Рук отвернулся. Он устремил свой взгляд в густой туман в ту сторону, где находилось море. Он почувствовал злость. И одиночество. Это чувство не было таким уж новым для него, он прошел с ним половину всей своей жизни. Но еще никогда оно не было таким острым и смешанным с завистью.

Он чувствовал отвращение. Он скорее бы подставил свою грудь под копье, чем согласился жить такой жизнью, которую вел Аллегрето. Не мягкому теплому месту рядом с Мелантой завидовал он сейчас, не физическое обладание ею было его мечтой. То, о чем он мечтал – это спокойное пробуждение рядом с родным человеком, доверчиво улыбавшимся ему.

Ему захотелось, чтобы с ним снова была его жена.

Целых тринадцать лет он верил в то, что Бог забрал у него его Изабеллу для важных дел и в связи с серьезными причинами.

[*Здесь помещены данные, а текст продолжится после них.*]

//! Our palette. The three data colours differ strongly in lightness (dark, mid, light),
//! so they stay apart for colour-blind readers and in a greyscale print; grey is kept
//! for scaffolding (grid, missing values) and never carries a result on its own.

use plotters::style::RGBColor;

/// Dark blue-black: text, axes, the "own share" and "severe" marks.
pub const INK: RGBColor = RGBColor(0x1d, 0x2b, 0x3f);
/// Mid orange: the "caution" marks and the share held with the other model.
pub const EMBER: RGBColor = RGBColor(0xd9, 0x7b, 0x29);
/// Light sand: the share held only with the rest of the design.
pub const SAND: RGBColor = RGBColor(0xea, 0xdc, 0xb5);
/// Neutral grey: grid lines, separators, missing cells.
pub const STONE: RGBColor = RGBColor(0x8a, 0x8f, 0x96);
/// Pale grey: the fill of cells without a value.
pub const MIST: RGBColor = RGBColor(0xdd, 0xdf, 0xe2);
/// The negative end of the correlation scale (dark slate blue).
pub const COLD: RGBColor = RGBColor(0x23, 0x4e, 0x7a);
/// The positive end of the correlation scale (light amber; lighter than `COLD`).
pub const WARM: RGBColor = RGBColor(0xe8, 0x9a, 0x3c);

Иногда ему вдруг хотелось, чтобы Бог забрал ее по-настоящему, и тогда он смог бы жениться снова. Его тело охватывало желание, а душа стремилась к такой женщине, как принцесса Меланта. И это было очень плохо – тогда ему хотелось не разделить яблоко, а поцеловать женские губы, хотелось устремиться в Юлоу к обещанной там постели.

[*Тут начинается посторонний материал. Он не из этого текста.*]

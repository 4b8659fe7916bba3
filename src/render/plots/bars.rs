//! Figure 2: own and shared shares of each modulator, per participant, for a model pair.

use plotters::prelude::*;
use plotters::style::text_anchor::{HPos, VPos};

use super::legend::{Key, draw_legend};
use super::palette::{EMBER, INK, MIST, SAND};
use super::{Area, Drawn, anchored, draw_svg, failed, label_width, participants, text};
use crate::cohort::partition::UNIQUE;
use crate::design::RegressorKind;
use crate::report::Report;

/// Every pair of models, in the order the models first appear.
pub fn model_pairs(report: &Report) -> Vec<(String, String)> {
    let mut models: Vec<String> = Vec::new();
    for run in &report.runs {
        for entry in &run.regressors {
            if entry.regressor.kind != RegressorKind::Modulator {
                continue;
            }
            if let Some(model) = &entry.regressor.model {
                if !models.contains(model) {
                    models.push(model.clone());
                }
            }
        }
    }
    let mut pairs = Vec::new();
    for (i, first) in models.iter().enumerate() {
        for second in &models[i + 1..] {
            pairs.push((first.clone(), second.clone()));
        }
    }
    pairs
}

/// One participant's bar: three parts that do not overlap and add up to 1.
#[derive(Debug, Clone, PartialEq)]
pub struct ShareBar {
    pub subject: String,
    /// The modulator's own share (1/VIF), mean over runs.
    pub own: f64,
    /// Shared with the other model (parts also shared with the task or nuisance included).
    pub other: f64,
    /// Shared only with the rest of the design: the own model's other modulators, the
    /// task's timing, nuisance regressors.
    pub rest: f64,
    /// The raw means did not fit in [0, 1] (negative commonality components, i.e.
    /// suppression) and were clipped for drawing.
    pub clipped: bool,
}

#[derive(Debug, Clone)]
pub struct SharePanel {
    pub regressor: String,
    pub model: String,
    pub other_model: String,
    pub bars: Vec<ShareBar>,
}

/// The bar parts from the participant means. The shares with the other model include
/// every commonality component that contains it, so own + other ≤ 1 up to suppression;
/// the rest is what remains of the variance the other regressors explain.
fn share_bar(subject: &str, own: f64, other: f64) -> ShareBar {
    let own_clipped = own.clamp(0.0, 1.0);
    let other_clipped = other.clamp(0.0, 1.0 - own_clipped);
    let rest = (1.0 - own_clipped - other_clipped).max(0.0);
    let clipped = (own - own_clipped).abs() > 1e-9 || (other - other_clipped).abs() > 1e-9;
    ShareBar {
        subject: subject.to_string(),
        own: own_clipped,
        other: other_clipped,
        rest,
        clipped,
    }
}

pub fn share_panels(report: &Report, pair: &(String, String)) -> Vec<SharePanel> {
    let subjects = participants(report);
    let mut panels: Vec<SharePanel> = Vec::new();
    for share in &report.subject_partition {
        let Some(model) = &share.model else { continue };
        let other = if model == &pair.0 {
            &pair.1
        } else if model == &pair.1 {
            &pair.0
        } else {
            continue;
        };
        if !panels.iter().any(|p| p.regressor == share.regressor) {
            panels.push(SharePanel {
                regressor: share.regressor.clone(),
                model: model.clone(),
                other_model: other.clone(),
                bars: Vec::new(),
            });
        }
    }
    for panel in &mut panels {
        for subject in &subjects {
            let mean_of = |part: &str| {
                report
                    .subject_partition
                    .iter()
                    .find(|s| {
                        &s.subject == subject && s.regressor == panel.regressor && s.part == part
                    })
                    .map(|s| s.mean)
                    .filter(|m| m.is_finite())
            };
            // A participant whose own share is undefined in every run has no bar.
            if let Some(own) = mean_of(UNIQUE) {
                let other = mean_of(&panel.other_model).unwrap_or(0.0);
                panel.bars.push(share_bar(subject, own, other));
            }
        }
    }
    panels
}

const PANEL_COLUMNS: usize = 3;
const BAR_STEP: f64 = 16.0;

pub fn share_bars(panels: &[SharePanel]) -> Result<String, String> {
    if panels.is_empty() {
        return Err("no modulator of these models has a defined partition".to_string());
    }
    let bars = panels
        .iter()
        .map(|p| p.bars.len())
        .max()
        .unwrap_or(0)
        .max(1);
    let columns = panels.len().min(PANEL_COLUMNS);
    let rows = panels.len().div_ceil(columns);
    let left = panels
        .iter()
        .flat_map(|p| p.bars.iter().map(|b| label_width(&b.subject, 11.5)))
        .max()
        .unwrap_or(20)
        .clamp(20, 160)
        + 10;
    let panel_height = (bars as f64 * BAR_STEP) as u32 + 78;
    let (width, legend) = (1000u32, 30u32);
    let height = panel_height * rows as u32 + legend;

    draw_svg((width, height), |root| {
        let (grid, legend_area) = root.split_vertically(height - legend);
        let cells = grid.split_evenly((rows, columns));
        for (panel, cell) in panels.iter().zip(&cells) {
            draw_share_panel(root, cell, panel, bars, left)?;
        }
        draw_legend(
            &legend_area,
            &[
                Key::Swatch(INK, "own share (1/VIF)"),
                Key::Swatch(EMBER, "shared with the other model"),
                Key::Swatch(SAND, "shared only with the rest of the design"),
            ],
        )
    })
}

fn draw_share_panel(root: &Area, cell: &Area, panel: &SharePanel, bars: usize, left: u32) -> Drawn {
    let title = format!("{} · other model: {}", panel.regressor, panel.other_model);
    let mut chart = ChartBuilder::on(cell)
        .caption(title, text(13.5))
        .margin(8)
        .margin_right(14)
        .x_label_area_size(34)
        .y_label_area_size(left)
        .build_cartesian_2d(0.0..1.0, 0.0..bars as f64)
        .map_err(failed)?;
    chart
        .configure_mesh()
        .disable_y_mesh()
        .y_labels(0)
        .x_labels(5)
        .x_label_formatter(&|v| format!("{:.0}%", v * 100.0))
        .x_desc("share of the modulator's variance")
        .light_line_style(TRANSPARENT)
        .bold_line_style(MIST)
        .axis_style(INK)
        .label_style(text(11.5))
        .axis_desc_style(text(12.0))
        .draw()
        .map_err(failed)?;

    let label_style = anchored(text(11.5), HPos::Right, VPos::Center);
    for (slot, bar) in panel.bars.iter().enumerate() {
        // The first participant at the top.
        let top = bars as f64 - slot as f64;
        let bottom = top - 1.0;
        let parts = [
            (0.0, bar.own, INK),
            (bar.own, bar.own + bar.other, EMBER),
            (bar.own + bar.other, bar.own + bar.other + bar.rest, SAND),
        ];
        let rectangles =
            parts
                .into_iter()
                .filter(|(from, to, _)| to > from)
                .map(|(from, to, colour)| {
                    let mut rectangle =
                        Rectangle::new([(from, top), (to, bottom)], colour.filled());
                    rectangle.set_margin(2, 2, 0, 0);
                    rectangle
                });
        chart.draw_series(rectangles).map_err(failed)?;
        let (x, y) = chart.backend_coord(&(0.0, top - 0.5));
        let label = if bar.clipped {
            format!("{}*", bar.subject)
        } else {
            bar.subject.clone()
        };
        root.draw_text(&label, &label_style, (x - 6, y))
            .map_err(failed)?;
    }
    Ok(())
}

#[cfg(test)]
mod tests {
    use super::*;

    #[test]
    fn bars_add_up_to_one_and_say_when_clipped() {
        let bar = share_bar("01", 0.2, 0.7);
        assert!((bar.own + bar.other + bar.rest - 1.0).abs() < 1e-12);
        assert!(!bar.clipped);
        let bar = share_bar("02", 0.4, 0.8);
        assert!((bar.own + bar.other + bar.rest - 1.0).abs() < 1e-12);
        assert!(bar.clipped);
        assert_eq!(bar.rest, 0.0);
    }
}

Все это время его поддерживал образ той госпожи, служить которой он поклялся. Но теперь его больше не было. И когда он попробовал было заменить тот образ его сеньоры с соколом на плече на образ Изабеллы, он вдруг почувствовал страшный гнев. Гнев на Изабеллу, гнев на архиепископа, который позволил ей покинуть его, на самого Бога. Почему же, почему он должен жить без жены?

Он был обыкновенным мужчиной, который должен не страдать в огне желаний, а жениться, иметь сыновей и дочерей, очаг, жену, ожидающую его возвращения.

Теперь ему оставалось только возвыситься… или пасть. Мысль об этом раньше не приходила в его голову. Перед глазами возникли шатер, меха внутри, и он почувствовал, как дикий огонь жжет грудь.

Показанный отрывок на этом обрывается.